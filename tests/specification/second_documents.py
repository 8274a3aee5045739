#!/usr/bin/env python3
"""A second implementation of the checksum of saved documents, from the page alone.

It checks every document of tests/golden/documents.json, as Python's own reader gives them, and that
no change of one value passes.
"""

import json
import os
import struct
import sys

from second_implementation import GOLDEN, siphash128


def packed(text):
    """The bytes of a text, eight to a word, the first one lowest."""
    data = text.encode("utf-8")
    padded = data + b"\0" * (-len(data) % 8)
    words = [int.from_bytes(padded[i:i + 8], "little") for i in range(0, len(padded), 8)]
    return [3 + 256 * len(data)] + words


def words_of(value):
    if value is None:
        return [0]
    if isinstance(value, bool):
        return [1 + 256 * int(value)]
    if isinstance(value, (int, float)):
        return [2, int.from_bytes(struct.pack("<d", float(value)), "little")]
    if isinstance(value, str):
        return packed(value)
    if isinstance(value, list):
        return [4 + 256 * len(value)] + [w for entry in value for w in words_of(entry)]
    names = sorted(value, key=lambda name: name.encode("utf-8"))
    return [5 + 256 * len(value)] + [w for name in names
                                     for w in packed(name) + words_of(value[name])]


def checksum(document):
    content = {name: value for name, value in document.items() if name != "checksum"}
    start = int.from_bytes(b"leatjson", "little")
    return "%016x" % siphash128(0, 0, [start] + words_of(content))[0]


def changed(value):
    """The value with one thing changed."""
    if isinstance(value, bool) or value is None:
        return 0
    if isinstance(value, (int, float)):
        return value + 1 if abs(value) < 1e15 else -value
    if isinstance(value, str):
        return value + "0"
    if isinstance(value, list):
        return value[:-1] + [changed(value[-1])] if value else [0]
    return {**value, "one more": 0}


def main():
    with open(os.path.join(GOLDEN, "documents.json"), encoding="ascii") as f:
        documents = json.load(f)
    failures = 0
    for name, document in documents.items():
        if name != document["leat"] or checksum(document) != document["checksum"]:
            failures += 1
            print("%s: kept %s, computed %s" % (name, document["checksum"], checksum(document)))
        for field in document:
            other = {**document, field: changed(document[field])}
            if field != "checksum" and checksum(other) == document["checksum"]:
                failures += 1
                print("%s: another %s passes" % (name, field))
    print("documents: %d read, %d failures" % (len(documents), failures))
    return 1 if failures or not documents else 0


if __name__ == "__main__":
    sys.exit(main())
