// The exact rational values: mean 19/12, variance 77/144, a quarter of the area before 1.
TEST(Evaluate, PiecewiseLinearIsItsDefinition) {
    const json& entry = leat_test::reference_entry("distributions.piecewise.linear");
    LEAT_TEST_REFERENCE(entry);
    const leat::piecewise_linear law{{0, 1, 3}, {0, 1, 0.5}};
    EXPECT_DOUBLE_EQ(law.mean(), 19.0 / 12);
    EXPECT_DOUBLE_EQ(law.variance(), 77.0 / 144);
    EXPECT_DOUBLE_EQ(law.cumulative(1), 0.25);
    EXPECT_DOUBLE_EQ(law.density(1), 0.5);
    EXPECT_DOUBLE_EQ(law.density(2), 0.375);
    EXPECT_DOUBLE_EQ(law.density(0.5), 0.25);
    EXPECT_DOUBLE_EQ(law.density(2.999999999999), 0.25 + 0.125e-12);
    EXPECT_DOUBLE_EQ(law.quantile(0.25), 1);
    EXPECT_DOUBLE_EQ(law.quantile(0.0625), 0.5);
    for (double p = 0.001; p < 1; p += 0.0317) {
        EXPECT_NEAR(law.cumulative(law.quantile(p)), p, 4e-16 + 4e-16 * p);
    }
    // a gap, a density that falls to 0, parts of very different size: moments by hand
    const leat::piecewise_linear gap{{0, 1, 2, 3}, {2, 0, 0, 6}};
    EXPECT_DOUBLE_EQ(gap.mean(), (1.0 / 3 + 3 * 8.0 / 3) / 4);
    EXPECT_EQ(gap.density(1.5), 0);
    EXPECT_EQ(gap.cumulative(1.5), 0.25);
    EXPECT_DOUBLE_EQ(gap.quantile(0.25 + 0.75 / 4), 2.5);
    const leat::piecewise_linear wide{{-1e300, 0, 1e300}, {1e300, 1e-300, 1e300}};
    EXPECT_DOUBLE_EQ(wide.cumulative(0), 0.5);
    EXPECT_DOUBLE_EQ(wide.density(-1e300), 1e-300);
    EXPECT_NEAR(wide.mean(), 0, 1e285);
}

==================================================

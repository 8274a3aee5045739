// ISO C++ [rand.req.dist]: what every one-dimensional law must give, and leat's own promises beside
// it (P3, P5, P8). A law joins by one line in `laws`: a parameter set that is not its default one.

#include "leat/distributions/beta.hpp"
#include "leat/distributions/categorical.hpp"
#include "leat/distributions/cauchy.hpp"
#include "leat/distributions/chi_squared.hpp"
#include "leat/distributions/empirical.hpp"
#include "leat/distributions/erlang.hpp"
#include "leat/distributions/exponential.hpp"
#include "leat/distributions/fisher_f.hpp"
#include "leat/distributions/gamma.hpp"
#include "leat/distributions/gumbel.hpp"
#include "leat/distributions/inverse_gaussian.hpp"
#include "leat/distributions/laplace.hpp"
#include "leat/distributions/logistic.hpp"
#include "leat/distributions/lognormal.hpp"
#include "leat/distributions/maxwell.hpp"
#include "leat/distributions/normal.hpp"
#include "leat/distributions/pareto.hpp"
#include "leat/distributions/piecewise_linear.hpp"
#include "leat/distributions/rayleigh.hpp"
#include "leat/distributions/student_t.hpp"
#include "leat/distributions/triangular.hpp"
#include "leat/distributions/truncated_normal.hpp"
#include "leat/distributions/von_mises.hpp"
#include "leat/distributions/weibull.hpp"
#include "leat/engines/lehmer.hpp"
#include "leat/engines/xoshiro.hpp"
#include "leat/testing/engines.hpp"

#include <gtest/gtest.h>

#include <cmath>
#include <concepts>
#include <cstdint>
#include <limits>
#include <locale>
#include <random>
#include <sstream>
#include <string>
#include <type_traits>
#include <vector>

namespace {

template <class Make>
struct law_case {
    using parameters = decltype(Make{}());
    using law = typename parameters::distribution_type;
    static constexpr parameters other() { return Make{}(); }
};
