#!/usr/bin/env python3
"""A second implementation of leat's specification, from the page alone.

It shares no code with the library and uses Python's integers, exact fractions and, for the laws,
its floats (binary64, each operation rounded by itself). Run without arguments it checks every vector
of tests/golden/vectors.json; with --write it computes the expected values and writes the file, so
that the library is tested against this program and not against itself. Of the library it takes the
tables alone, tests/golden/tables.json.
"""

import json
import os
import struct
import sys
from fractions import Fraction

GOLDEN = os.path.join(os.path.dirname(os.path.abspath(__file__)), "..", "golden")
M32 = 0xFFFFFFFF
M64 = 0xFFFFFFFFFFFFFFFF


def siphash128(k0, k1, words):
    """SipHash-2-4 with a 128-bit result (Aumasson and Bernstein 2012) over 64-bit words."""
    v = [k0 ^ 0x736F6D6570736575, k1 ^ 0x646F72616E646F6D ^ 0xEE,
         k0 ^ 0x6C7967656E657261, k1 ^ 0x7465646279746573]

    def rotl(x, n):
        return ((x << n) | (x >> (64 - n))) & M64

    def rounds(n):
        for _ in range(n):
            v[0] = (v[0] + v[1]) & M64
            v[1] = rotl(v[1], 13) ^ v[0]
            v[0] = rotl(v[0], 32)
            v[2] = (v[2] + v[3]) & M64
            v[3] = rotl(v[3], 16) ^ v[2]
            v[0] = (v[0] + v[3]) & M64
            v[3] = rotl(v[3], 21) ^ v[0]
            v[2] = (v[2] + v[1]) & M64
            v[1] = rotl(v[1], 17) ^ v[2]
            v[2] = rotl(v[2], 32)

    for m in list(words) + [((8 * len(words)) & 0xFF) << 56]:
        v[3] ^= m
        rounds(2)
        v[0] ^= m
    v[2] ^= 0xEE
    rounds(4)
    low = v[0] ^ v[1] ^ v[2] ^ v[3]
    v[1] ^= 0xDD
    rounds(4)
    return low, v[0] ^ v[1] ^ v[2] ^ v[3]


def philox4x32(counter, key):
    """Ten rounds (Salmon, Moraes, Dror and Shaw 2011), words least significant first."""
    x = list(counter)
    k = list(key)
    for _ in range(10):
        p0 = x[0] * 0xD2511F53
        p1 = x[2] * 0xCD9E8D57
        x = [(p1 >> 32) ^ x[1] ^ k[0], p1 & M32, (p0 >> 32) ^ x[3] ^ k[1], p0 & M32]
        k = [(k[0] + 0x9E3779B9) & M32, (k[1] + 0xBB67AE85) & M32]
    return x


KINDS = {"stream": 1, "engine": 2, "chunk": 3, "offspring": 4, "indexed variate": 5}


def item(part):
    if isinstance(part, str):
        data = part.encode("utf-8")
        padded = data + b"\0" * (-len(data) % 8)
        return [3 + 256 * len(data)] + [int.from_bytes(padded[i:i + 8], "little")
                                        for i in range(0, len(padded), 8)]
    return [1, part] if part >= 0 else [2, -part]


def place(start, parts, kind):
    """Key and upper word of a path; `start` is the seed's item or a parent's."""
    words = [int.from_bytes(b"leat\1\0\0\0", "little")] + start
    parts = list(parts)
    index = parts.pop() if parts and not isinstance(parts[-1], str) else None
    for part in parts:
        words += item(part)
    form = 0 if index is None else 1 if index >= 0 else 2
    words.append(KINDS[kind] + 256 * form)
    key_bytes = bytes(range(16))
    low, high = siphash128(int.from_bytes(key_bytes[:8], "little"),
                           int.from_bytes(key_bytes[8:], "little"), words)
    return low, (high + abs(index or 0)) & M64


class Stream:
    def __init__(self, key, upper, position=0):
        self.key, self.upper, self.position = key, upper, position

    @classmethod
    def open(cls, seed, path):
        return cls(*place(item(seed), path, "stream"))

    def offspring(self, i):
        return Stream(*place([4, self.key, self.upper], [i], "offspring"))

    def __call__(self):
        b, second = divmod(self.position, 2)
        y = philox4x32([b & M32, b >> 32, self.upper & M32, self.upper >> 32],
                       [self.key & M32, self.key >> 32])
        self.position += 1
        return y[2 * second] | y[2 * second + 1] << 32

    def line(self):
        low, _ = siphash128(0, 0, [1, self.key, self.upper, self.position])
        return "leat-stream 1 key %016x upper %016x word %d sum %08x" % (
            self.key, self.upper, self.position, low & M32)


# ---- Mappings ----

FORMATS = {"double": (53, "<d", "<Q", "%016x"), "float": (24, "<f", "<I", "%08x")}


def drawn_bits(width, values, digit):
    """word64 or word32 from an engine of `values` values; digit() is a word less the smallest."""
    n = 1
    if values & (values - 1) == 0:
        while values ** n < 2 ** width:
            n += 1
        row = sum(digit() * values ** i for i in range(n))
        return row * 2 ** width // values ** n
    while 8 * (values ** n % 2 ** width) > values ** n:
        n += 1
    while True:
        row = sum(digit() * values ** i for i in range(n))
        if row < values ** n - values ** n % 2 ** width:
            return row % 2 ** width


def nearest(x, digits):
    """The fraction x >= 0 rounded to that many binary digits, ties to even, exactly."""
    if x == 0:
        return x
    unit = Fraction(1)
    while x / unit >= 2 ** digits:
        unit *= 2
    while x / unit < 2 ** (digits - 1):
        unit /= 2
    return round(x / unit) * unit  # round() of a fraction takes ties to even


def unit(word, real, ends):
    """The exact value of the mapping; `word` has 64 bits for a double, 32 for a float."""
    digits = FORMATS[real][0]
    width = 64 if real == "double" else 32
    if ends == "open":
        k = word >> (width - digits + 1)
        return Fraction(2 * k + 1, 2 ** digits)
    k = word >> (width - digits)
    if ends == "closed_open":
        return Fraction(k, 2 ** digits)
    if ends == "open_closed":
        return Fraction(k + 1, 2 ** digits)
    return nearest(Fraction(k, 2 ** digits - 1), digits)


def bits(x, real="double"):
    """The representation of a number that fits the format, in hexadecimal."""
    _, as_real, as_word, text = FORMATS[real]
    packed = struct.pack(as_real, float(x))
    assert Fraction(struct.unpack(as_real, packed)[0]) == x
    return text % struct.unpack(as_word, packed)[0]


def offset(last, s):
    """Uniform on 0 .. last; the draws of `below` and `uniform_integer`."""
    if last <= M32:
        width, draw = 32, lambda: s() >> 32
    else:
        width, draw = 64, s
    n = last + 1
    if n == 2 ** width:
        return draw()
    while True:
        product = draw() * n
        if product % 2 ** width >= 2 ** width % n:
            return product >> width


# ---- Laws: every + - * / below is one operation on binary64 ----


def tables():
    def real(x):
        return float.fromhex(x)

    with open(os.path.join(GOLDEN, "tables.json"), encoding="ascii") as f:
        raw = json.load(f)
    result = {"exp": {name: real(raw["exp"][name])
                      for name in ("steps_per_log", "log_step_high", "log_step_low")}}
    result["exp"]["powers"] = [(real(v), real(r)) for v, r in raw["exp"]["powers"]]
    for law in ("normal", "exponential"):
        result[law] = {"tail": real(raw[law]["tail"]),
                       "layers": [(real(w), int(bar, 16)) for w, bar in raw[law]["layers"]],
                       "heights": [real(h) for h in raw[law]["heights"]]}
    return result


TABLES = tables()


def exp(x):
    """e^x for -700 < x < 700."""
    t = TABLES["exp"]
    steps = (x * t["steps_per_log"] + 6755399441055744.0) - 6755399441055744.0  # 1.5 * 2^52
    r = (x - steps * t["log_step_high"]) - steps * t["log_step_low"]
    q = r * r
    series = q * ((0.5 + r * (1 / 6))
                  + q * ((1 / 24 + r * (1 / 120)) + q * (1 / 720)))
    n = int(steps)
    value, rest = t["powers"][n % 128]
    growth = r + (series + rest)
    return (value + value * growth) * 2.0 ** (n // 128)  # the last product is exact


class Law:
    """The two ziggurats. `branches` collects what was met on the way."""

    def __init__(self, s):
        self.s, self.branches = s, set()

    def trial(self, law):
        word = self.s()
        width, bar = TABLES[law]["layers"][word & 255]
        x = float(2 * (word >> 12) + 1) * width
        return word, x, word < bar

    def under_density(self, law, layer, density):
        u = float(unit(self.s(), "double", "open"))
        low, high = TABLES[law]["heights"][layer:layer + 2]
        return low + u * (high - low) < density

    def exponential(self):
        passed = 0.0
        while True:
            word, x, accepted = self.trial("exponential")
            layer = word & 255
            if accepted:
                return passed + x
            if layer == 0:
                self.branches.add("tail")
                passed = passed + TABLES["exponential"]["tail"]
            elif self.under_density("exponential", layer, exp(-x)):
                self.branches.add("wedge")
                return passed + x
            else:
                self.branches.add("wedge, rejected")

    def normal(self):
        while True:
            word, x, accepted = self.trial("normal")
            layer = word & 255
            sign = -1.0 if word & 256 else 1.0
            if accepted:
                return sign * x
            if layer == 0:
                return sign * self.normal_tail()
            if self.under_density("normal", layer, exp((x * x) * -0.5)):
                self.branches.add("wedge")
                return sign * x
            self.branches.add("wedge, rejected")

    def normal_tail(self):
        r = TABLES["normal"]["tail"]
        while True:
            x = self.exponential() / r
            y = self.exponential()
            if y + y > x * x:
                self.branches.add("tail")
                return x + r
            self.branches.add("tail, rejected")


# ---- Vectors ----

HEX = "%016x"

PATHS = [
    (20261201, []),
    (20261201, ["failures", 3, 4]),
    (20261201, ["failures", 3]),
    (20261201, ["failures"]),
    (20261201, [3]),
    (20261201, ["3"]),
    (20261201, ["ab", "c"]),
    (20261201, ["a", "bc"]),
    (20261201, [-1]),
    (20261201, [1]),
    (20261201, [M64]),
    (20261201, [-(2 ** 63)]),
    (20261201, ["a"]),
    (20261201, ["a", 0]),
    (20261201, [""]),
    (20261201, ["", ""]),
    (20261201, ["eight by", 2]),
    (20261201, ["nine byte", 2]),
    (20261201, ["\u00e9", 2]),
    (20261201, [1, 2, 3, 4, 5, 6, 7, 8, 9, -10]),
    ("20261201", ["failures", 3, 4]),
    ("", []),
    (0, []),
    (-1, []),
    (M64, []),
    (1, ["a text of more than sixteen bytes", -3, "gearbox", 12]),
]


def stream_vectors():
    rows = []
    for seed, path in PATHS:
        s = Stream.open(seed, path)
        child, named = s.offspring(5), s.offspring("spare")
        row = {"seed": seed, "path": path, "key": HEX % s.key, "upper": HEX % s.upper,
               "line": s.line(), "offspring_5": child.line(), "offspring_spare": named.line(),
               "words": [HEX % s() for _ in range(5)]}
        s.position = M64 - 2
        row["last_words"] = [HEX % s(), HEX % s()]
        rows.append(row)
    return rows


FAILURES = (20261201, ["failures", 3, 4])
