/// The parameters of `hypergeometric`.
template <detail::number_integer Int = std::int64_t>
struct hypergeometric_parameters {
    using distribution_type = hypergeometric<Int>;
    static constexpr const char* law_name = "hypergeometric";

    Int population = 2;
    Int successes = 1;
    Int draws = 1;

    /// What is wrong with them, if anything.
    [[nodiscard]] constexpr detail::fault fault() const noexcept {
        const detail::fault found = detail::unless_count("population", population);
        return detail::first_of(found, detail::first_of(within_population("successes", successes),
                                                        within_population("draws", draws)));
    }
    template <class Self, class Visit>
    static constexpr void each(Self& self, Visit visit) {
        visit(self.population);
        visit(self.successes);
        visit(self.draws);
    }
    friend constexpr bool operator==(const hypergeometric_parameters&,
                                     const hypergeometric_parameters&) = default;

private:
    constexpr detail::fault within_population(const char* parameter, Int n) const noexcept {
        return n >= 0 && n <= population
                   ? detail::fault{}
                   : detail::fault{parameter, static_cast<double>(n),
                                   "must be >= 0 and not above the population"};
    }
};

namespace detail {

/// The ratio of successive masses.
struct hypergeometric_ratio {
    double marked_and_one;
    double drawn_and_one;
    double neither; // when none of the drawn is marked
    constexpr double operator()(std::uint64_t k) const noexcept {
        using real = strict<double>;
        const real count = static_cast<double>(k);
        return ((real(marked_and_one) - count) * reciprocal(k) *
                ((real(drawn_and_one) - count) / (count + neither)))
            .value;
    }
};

==================================================

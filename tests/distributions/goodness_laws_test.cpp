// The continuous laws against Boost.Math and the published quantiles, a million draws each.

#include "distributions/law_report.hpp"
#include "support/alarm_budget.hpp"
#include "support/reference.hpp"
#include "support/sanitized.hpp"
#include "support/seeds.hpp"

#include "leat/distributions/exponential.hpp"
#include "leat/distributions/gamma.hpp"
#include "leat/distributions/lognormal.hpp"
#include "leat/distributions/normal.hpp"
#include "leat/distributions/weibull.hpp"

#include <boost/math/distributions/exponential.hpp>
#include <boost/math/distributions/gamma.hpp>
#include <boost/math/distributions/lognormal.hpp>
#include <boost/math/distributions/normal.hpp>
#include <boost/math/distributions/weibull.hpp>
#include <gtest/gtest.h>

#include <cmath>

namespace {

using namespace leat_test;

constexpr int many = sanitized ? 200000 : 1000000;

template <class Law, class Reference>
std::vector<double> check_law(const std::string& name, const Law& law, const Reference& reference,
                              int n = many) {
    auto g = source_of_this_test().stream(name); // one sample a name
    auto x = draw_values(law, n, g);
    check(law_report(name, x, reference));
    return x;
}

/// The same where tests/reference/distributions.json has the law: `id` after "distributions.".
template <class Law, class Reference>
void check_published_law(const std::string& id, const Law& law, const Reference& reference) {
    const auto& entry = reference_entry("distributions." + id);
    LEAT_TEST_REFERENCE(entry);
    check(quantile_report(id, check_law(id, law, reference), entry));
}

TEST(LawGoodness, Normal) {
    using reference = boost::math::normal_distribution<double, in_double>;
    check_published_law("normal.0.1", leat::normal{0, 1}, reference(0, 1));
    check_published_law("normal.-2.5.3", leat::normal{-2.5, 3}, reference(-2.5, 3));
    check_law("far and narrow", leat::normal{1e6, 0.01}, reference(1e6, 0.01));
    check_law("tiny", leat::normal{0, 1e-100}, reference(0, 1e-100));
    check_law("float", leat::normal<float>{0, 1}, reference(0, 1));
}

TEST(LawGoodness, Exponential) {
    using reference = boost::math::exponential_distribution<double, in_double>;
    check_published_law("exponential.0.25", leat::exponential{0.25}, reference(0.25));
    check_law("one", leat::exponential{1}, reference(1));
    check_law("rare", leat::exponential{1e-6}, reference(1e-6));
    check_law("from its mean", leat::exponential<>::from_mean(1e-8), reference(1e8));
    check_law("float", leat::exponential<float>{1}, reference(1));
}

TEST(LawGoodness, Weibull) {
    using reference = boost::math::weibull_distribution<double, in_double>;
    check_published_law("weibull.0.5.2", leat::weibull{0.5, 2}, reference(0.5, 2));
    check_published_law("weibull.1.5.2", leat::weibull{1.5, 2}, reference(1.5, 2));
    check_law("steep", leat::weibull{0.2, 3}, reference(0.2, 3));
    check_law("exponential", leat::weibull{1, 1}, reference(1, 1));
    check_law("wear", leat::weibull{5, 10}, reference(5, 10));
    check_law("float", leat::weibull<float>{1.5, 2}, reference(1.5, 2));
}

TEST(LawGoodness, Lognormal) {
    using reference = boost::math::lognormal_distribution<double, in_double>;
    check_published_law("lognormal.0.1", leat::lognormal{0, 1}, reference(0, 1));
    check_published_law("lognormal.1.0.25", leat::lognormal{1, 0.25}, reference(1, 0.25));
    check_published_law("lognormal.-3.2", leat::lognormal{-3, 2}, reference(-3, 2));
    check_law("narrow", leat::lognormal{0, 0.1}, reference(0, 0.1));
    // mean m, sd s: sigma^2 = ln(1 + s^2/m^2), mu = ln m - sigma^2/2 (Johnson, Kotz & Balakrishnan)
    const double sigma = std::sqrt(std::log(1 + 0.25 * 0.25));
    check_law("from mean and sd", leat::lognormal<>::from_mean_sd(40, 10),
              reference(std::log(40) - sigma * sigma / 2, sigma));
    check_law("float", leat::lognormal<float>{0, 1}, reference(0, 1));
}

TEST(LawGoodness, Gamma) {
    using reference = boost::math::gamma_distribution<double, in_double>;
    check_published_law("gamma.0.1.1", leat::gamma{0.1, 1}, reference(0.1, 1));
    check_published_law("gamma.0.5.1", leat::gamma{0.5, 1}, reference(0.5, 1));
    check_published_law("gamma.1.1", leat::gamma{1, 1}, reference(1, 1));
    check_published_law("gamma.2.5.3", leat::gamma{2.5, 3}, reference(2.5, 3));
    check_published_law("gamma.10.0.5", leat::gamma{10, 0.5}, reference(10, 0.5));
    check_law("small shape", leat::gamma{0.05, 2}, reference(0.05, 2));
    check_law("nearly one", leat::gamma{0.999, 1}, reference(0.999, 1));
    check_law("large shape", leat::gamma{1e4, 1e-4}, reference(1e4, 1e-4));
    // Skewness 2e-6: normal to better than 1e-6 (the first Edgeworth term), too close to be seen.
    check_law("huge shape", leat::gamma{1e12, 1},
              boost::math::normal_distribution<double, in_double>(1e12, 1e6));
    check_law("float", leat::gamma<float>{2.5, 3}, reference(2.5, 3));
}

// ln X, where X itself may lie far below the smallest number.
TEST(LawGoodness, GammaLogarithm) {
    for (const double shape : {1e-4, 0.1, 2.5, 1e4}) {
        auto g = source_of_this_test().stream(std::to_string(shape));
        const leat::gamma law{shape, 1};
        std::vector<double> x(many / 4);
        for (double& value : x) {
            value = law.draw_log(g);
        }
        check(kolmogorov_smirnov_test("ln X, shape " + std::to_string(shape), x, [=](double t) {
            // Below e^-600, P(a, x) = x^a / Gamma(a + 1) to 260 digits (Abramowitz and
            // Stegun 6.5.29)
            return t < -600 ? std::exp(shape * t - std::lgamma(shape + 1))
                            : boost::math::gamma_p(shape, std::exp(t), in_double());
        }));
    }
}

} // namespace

==================================================

_EXERCISE DETAILS:_ Of all the entries above, repeat only the lines from the line that has "for part in" to the line that has "self.key, self.upper, self.position = key, upper, position", both lines included, exactly.

_SOLVED EXERCISE:_
    for part in parts:
        words += item(part)
    form = 0 if index is None else 1 if index >= 0 else 2
    words.append(KINDS[kind] + 256 * form)
    key_bytes = bytes(range(16))
    low, high = siphash128(int.from_bytes(key_bytes[:8], "little"),
                           int.from_bytes(key_bytes[8:], "little"), words)
    return low, (high + abs(index or 0)) & M64


class Stream:
    def __init__(self, key, upper, position=0):
        self.key, self.upper, self.position = key, upper, position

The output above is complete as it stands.